Thomas S. Hughes

Organic Materials and Physical Organic Chemistry

Assistant Professor

Thomas.S.Hughes@uvm.edu
phone: 802-656-0161
office: Cook Rm A316

Organic chemists are beginning to make significant contributions to the field of materials chemistry. The ability to make discrete, diverse molecular structures is well suited for the fabrication of components of novel molecular materials. Broadly, research in our group involves applying the tools of physical organic chemistry to the problems of the fields of materials science and supramolecular chemistry. Research in our group is multidisciplinary, and we use techniques including organic synthesis, computational methods for screening molecular and materials properties, as well as both solution and solid phase structural analysis. We are interested in the construction of novel extended conjugated systems capable of being incorporated into useful opticoelectronic materials for such devices as heterojunction organic photovoltaics, conductive or semiconductive materials, and organic light-emitting diodes.

Our synthetic approach involves easily synthesized oligomeric and macrocyclic precursors that can be reacted further to create polyaromatic networks. We would like to exploit the transfer of conformational information in an oligomeric precursor – a folded structure or a macrocycle for instance – to structural order of a different directionality in the product material. To translate the torus topology of relatively strainless macrocycle along a third dimension, we have synthesized a number of phenylene ethynylene macrocycles that are potential precursors of carbon single-walled nanotube segments, or nanobelts. We are pursuing other precursors that contain cyclopentadienone moieties, and also the Diels-Alder cycloadditions that will convert our macrocyclic precursors into phenylene belts.
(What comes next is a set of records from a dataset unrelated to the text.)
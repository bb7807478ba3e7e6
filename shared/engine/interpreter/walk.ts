import { Block, LETTER, type OtherCode } from '../blocks/block';
import { addCode, parseBlock, refuseLineComments } from '../blocks/parse-block';
import { codeName, groupTables } from '../blocks/code-groups';
import type { Bounds } from '../expressions/value';
import { LARGEST_KEPT } from '../flow/limits';
import { LineWords } from '../lexer/line-words';
import { readLine } from '../lexer/read-line';
import type { Shop } from '../shop/shop';
import { readStatement } from '../statements/read-statement';
import type { Statement } from '../statements/statement';
import { LONGEST_LINE, LineSource, type LineReader } from '../source/line-source';
import { callOf, findCall, makeCall, readCall, takeCallOut } from './call-words';
import { findDeclared } from './declared-codes';
import { endProgram } from './ends';
import type { Observer, Place, Problem } from './events';
import { Follower, type Kept, type LineTaker } from './follower';
import { carryOut } from './interpreter';
import { QuietLines } from './quiet/quiet-lines';
import { openRun } from './open-run';
import { tellProblem, type Facts, type Run } from './run';
import { decided, steer } from './steer';
import { carryOutUnknown } from './unknown-codes';
import { forgetUnknownWords } from './unknown-position';
import { carryOutSettingsOf, workOut, workOutArguments } from './work-out';

export interface WalkOptions {
  /** Whether blocks with a `/` in front are skipped. */
  readonly skips: boolean;
  /** For tests: reads every line word by word and tells every motion. */
  readonly isAlwaysLoud?: boolean | undefined;
}
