import { text } from './finding-data';
import { reportProblem } from './report-problem';
import { defineRule } from './rule';

/** Signs that the file stops in the middle. */
export const cutShort = defineRule({
  id: 'cut-short',
  group: 'reading',
  title: 'The file stops in the middle',
  severity: 'stop',
  protects: 'The run from ending in the cut, with the spindle turning.',
  explanation:
    'Either the last line stops in the middle of a word and no end code came before it, or the file opens with % and is neither closed by % nor ended. A missing last line end by itself is ordinary.',
  examples: { bad: '%\nG21 G90 G54\nG0 X10\n', good: '%\nG21 G90 G54\nG0 X10\nM30\n%\n' },
  word: (data) =>
    text(data, 'reason') === 'percent'
      ? {
          message: 'The file opens with % but has neither an end code nor a closing %.',
          advice: 'Transfer the file again and compare its size with the source.',
        }
      : {
          message: 'The last line stops in the middle of a word.',
          advice: 'Transfer the file again and compare its size with the source.',
        },
  observe: (_shop, report) => reportProblem(report, 'cut-short', () => ''),
});
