import { LETTER, type Block } from '../blocks/block';
import { refuse, type Run } from './run';
import { refuseNegative } from './modal-words';

/** G4: P in the controller's unit. Macro dialects also take X or U, in seconds, instead of P. */
export function dwell(run: Run): void {
  const { block, controller } = run;
  const letter = dwellLetter(block, controller.language === 'custom-macro');
  if (letter < 0) return refuse(run, 'missing-word', { code: 'G4' }, { code: 'G4', letter: 'P' });
  const written = block.value(letter);
  if (!(written >= 0)) return refuseNegative(run, letter);
  if (letter !== LETTER.P) block.seen &= ~(1 << letter);
  const isSeconds = letter !== LETTER.P || controller.dwell === 'seconds';
  run.tell.dwell({ seconds: isSeconds ? written : written / 1000, by: 'program' });
}

function dwellLetter(block: Block, isMacro: boolean): number {
  if (block.has(LETTER.P)) return LETTER.P;
  if (!isMacro) return -1;
  if (block.has(LETTER.X)) return LETTER.X;
  return block.has(LETTER.U) ? LETTER.U : -1;
}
We are also interested in tandem cycloaromatizations that could transform oligo(o-phenylene ethynylene)s into soluble graphitic ribbons. To this end, we have developed a copper-mediated cycloaromatization and are currently exploring its scope and mechanism.
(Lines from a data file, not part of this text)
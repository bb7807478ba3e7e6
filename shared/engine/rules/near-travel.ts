import { LIMIT_SLACK, NEAR_LIMIT } from '../geometry/tolerance';
import type { MachineState } from '../interpreter/events';
import { figure, text } from './finding-data';
import { unsetAxes } from './placing';
import { defineRule } from './rule';
import { oneLength, sideWord, visitReaches, type Reach } from './travel-sides';

/** A program coordinate that ends so near an end of travel that the next work zero may pass it. */
export const nearTravel = defineRule({
  id: 'near-travel',
  group: 'travel-and-clearance',
  title: 'The move comes within a millimetre of the end of travel',
  severity: 'note',
  protects: 'The run from an overtravel stop after work zero has been set afresh.',
  explanation:
    'A move in program coordinates that ends less than 1 mm inside a limit still fits, but the next touch-off may move it past. Machine coordinates and home positions are meant to be there and are left out.',
  examples: {
    bad: 'G21 G90 G17 G54\nT1 M6\nG43 H1\nG0 X1269.5 Y10\nM30',
    good: 'G21 G90 G17 G54\nT1 M6\nG43 H1\nG0 X1268 Y10\nM30',
  },
  word: (data, lengths) => ({
    message: `Comes within ${lengths.length(figure(data, 'left'))} of the ${sideWord(text(data, 'axis'), text(data, 'side'))} travel of ${text(data, 'axis').toUpperCase()} (${oneLength(lengths, figure(data, 'limit'))}).`,
    advice: 'Set work zero again with care, or move it a few millimetres inwards.',
  }),
  observe: (shop, report) => {
    const { travel } = shop.setup.machine;
    const [lowX, highX] = [travel.x[0] + NEAR_LIMIT, travel.x[1] - NEAR_LIMIT];
    const [lowY, highY] = [travel.y[0] + NEAR_LIMIT, travel.y[1] - NEAR_LIMIT];
    const [lowZ, highZ] = [travel.z[0] + NEAR_LIMIT, travel.z[1] - NEAR_LIMIT];
    const judge = (state: MachineState, { axis, side, at, limit }: Reach) => {
      if (axis === 'a') return;
      const left = side === 'low' ? at - limit : limit - at;
      if (!(-LIMIT_SLACK <= left && left < NEAR_LIMIT)) return;
      report.found(
        {
          cause: `${axis} ${side}`,
          by: NEAR_LIMIT - left,
          at: state.place({ letters: axis.toUpperCase() }),
          data: { axis, side, left: Math.max(0, left), at, limit },
        },
        state,
      );
    };
    return {
      quiet({ feed, rapid }) {
        for (const room of [feed, rapid])
          room.within({ x: [lowX, highX], y: [lowY, highY], z: [lowZ, highZ] });
      },
      motion(motion, state) {
        if (
          lowX <= motion.minX &&
          motion.maxX <= highX &&
          lowY <= motion.minY &&
          motion.maxY <= highY &&
          lowZ <= motion.minZ &&
          motion.maxZ <= highZ
        )
          return;
        if (motion.by !== 'program' && motion.by !== 'cycle') return;
        visitReaches(motion, travel, unsetAxes(motion, state), (reach) => judge(state, reach));
      },
    };
  },
});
Another project in our group involves determining the effects of placing substituents on acenes on their suitability for use as organic semiconductors. Placing substituents on a pentacene core can increase its otherwise poor solubility, but can also affect the intrinsic molecular properties and the crystal packing, both of which determine the conductivity of the resultant material.

Selected Publications

Potter, R. G.; Hughes, T. S. "Predicting the UV-VIS Spectra of Tetraarylcyclopentadienones: Using DFT Molecular Orbital Energies to Model Electronic Transitions" J. Org. Chem. 2008, 73, 2995.

Cox, M. A.; Hughes, T. S.; Ellis-Monaghan, J. A.; Mondanaro. K. R. "Hydrocarbon links in an octet truss" J. Math. Chem. 2007, 43, 874.

Korich, A. L.; Hughes, T. S. "A Facile, One-Pot Procedure for Forming Diarylimines from Nitroarenes and Benzaldehydes" Synlett, 2007, 2602.

Potter, R. G.; Hughes, T. S. "Synthesis of poly(para-phenylene)(2-isocyano-2-tosylpropane-1,3-diyl), poly(para-phenylene)(2-oxopropane-1,3-diyl) and oligo(cyclopentadienones) via carbonylative coupling of α,α'-dibromoxylene" Chem. Commun. 2007, 4665.

Potter, R.G.; Hughes, T.S. "Synthesis of Heterosubstituted Hexaarylbenzenes via Asymmetric Carbonylative Couplings of Benzyl Halides" Org. Lett. 2007, 9, 1187.

Tanatani, A.; Hughes, T. S.; Moore, J. S. "Foldamers as Dynamic Receptors: Probing the Mechanism of Molecular Association Between Helical Oligomers and Rodlike Ligands," Angew. Chem. Int. Ed. 2001, 41, 325.

Hill, D. J.; Mio, M. J.; Prince, R. B.; Hughes, T. S.; Moore, J. S. "A Field Guide to Foldamers," Chem. Rev. 2001, 101, 3893.